**Work instruction:** Print every line of the listing below, starting with the line that holds "def gas_state_of_key(key: str, database)" and going on through the line that holds "groups: dict[str, list[str]]", both included, and print nothing else.

======== Data records

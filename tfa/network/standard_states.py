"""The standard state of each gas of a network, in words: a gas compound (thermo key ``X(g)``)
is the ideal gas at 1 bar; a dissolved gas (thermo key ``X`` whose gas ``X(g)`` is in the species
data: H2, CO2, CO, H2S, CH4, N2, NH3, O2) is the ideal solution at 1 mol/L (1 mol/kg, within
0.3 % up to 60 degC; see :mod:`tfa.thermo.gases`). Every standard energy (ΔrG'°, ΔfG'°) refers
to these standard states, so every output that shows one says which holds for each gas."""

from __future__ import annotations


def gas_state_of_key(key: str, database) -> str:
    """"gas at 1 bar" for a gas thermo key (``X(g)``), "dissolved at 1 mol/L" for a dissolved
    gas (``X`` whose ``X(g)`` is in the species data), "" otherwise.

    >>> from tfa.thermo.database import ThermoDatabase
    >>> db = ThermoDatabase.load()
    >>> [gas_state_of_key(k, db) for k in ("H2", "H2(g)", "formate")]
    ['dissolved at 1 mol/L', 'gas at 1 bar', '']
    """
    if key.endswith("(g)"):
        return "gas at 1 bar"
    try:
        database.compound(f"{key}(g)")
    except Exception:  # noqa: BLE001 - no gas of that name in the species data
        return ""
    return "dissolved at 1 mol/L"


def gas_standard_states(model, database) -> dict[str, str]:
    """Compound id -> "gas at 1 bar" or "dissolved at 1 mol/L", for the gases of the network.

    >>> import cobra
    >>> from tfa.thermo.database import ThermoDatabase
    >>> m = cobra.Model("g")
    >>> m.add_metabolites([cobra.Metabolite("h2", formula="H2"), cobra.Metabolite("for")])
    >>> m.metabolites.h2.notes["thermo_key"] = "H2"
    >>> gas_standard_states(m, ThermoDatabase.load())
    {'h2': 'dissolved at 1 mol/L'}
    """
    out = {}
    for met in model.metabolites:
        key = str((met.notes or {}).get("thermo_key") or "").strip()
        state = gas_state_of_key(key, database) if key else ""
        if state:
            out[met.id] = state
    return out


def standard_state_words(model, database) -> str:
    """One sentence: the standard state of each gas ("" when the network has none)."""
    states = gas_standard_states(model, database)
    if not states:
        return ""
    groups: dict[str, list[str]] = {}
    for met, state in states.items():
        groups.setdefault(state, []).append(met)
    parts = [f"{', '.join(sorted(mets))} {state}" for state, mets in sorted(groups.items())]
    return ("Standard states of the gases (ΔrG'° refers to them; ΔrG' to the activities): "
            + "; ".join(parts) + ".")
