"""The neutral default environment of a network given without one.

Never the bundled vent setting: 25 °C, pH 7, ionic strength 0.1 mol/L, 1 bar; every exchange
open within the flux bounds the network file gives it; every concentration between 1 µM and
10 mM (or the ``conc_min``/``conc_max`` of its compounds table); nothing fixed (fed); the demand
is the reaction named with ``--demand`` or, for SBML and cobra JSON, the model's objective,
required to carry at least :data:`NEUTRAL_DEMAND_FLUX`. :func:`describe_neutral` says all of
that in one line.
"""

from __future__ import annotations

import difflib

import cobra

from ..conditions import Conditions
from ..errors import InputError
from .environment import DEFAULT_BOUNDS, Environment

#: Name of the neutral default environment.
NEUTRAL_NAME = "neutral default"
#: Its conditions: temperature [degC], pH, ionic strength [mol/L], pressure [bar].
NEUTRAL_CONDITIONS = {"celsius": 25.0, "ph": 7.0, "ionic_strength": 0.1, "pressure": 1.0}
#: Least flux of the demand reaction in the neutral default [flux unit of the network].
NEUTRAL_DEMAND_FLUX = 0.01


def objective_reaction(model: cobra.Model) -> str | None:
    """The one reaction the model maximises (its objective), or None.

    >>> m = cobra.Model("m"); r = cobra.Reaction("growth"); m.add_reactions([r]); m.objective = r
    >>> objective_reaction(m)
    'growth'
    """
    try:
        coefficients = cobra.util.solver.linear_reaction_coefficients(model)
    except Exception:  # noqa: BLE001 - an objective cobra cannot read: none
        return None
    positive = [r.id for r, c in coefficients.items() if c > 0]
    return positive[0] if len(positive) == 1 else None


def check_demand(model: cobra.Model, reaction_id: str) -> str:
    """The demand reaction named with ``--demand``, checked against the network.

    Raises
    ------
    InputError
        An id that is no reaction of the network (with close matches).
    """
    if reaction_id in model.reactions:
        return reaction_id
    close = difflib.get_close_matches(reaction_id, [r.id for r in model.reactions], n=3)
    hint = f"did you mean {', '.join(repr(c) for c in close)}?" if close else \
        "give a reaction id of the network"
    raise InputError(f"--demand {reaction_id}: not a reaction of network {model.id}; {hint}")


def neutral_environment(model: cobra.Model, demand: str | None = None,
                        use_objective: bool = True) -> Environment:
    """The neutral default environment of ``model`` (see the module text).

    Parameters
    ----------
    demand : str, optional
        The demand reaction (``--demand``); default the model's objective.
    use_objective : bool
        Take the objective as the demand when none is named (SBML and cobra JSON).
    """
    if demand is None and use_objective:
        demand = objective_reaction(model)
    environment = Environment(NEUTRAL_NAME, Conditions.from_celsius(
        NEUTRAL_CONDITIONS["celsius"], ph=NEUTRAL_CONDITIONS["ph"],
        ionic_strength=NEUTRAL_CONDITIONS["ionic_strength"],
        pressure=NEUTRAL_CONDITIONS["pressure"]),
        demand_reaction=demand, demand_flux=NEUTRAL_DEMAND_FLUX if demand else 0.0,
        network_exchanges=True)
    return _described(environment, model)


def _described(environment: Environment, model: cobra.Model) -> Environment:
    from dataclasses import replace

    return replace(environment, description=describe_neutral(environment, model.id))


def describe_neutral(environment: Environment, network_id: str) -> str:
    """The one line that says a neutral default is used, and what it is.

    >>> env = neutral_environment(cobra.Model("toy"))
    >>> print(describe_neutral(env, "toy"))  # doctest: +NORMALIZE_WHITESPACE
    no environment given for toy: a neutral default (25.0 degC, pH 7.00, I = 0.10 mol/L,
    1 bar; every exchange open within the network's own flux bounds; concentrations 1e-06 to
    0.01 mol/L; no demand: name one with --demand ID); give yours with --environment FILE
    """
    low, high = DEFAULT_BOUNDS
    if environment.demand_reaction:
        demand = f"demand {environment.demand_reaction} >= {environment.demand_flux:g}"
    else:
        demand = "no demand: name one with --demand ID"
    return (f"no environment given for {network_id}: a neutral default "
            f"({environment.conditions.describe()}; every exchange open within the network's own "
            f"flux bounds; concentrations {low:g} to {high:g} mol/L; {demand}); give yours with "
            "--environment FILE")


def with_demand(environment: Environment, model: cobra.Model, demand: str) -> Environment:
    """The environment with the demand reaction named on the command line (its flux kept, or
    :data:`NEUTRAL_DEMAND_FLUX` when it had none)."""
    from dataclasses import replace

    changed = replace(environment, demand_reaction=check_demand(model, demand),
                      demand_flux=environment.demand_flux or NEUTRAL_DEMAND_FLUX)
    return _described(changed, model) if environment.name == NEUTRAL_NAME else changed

================

**Response:**
def gas_state_of_key(key: str, database) -> str:
    """"gas at 1 bar" for a gas thermo key (``X(g)``), "dissolved at 1 mol/L" for a dissolved
    gas (``X`` whose ``X(g)`` is in the species data), "" otherwise.

    >>> from tfa.thermo.database import ThermoDatabase
    >>> db = ThermoDatabase.load()
    >>> [gas_state_of_key(k, db) for k in ("H2", "H2(g)", "formate")]
    ['dissolved at 1 mol/L', 'gas at 1 bar', '']
    """
    if key.endswith("(g)"):
        return "gas at 1 bar"
    try:
        database.compound(f"{key}(g)")
    except Exception:  # noqa: BLE001 - no gas of that name in the species data
        return ""
    return "dissolved at 1 mol/L"


def gas_standard_states(model, database) -> dict[str, str]:
    """Compound id -> "gas at 1 bar" or "dissolved at 1 mol/L", for the gases of the network.

    >>> import cobra
    >>> from tfa.thermo.database import ThermoDatabase
    >>> m = cobra.Model("g")
    >>> m.add_metabolites([cobra.Metabolite("h2", formula="H2"), cobra.Metabolite("for")])
    >>> m.metabolites.h2.notes["thermo_key"] = "H2"
    >>> gas_standard_states(m, ThermoDatabase.load())
    {'h2': 'dissolved at 1 mol/L'}
    """
    out = {}
    for met in model.metabolites:
        key = str((met.notes or {}).get("thermo_key") or "").strip()
        state = gas_state_of_key(key, database) if key else ""
        if state:
            out[met.id] = state
    return out


def standard_state_words(model, database) -> str:
    """One sentence: the standard state of each gas ("" when the network has none)."""
    states = gas_standard_states(model, database)
    if not states:
        return ""
    groups: dict[str, list[str]] = {}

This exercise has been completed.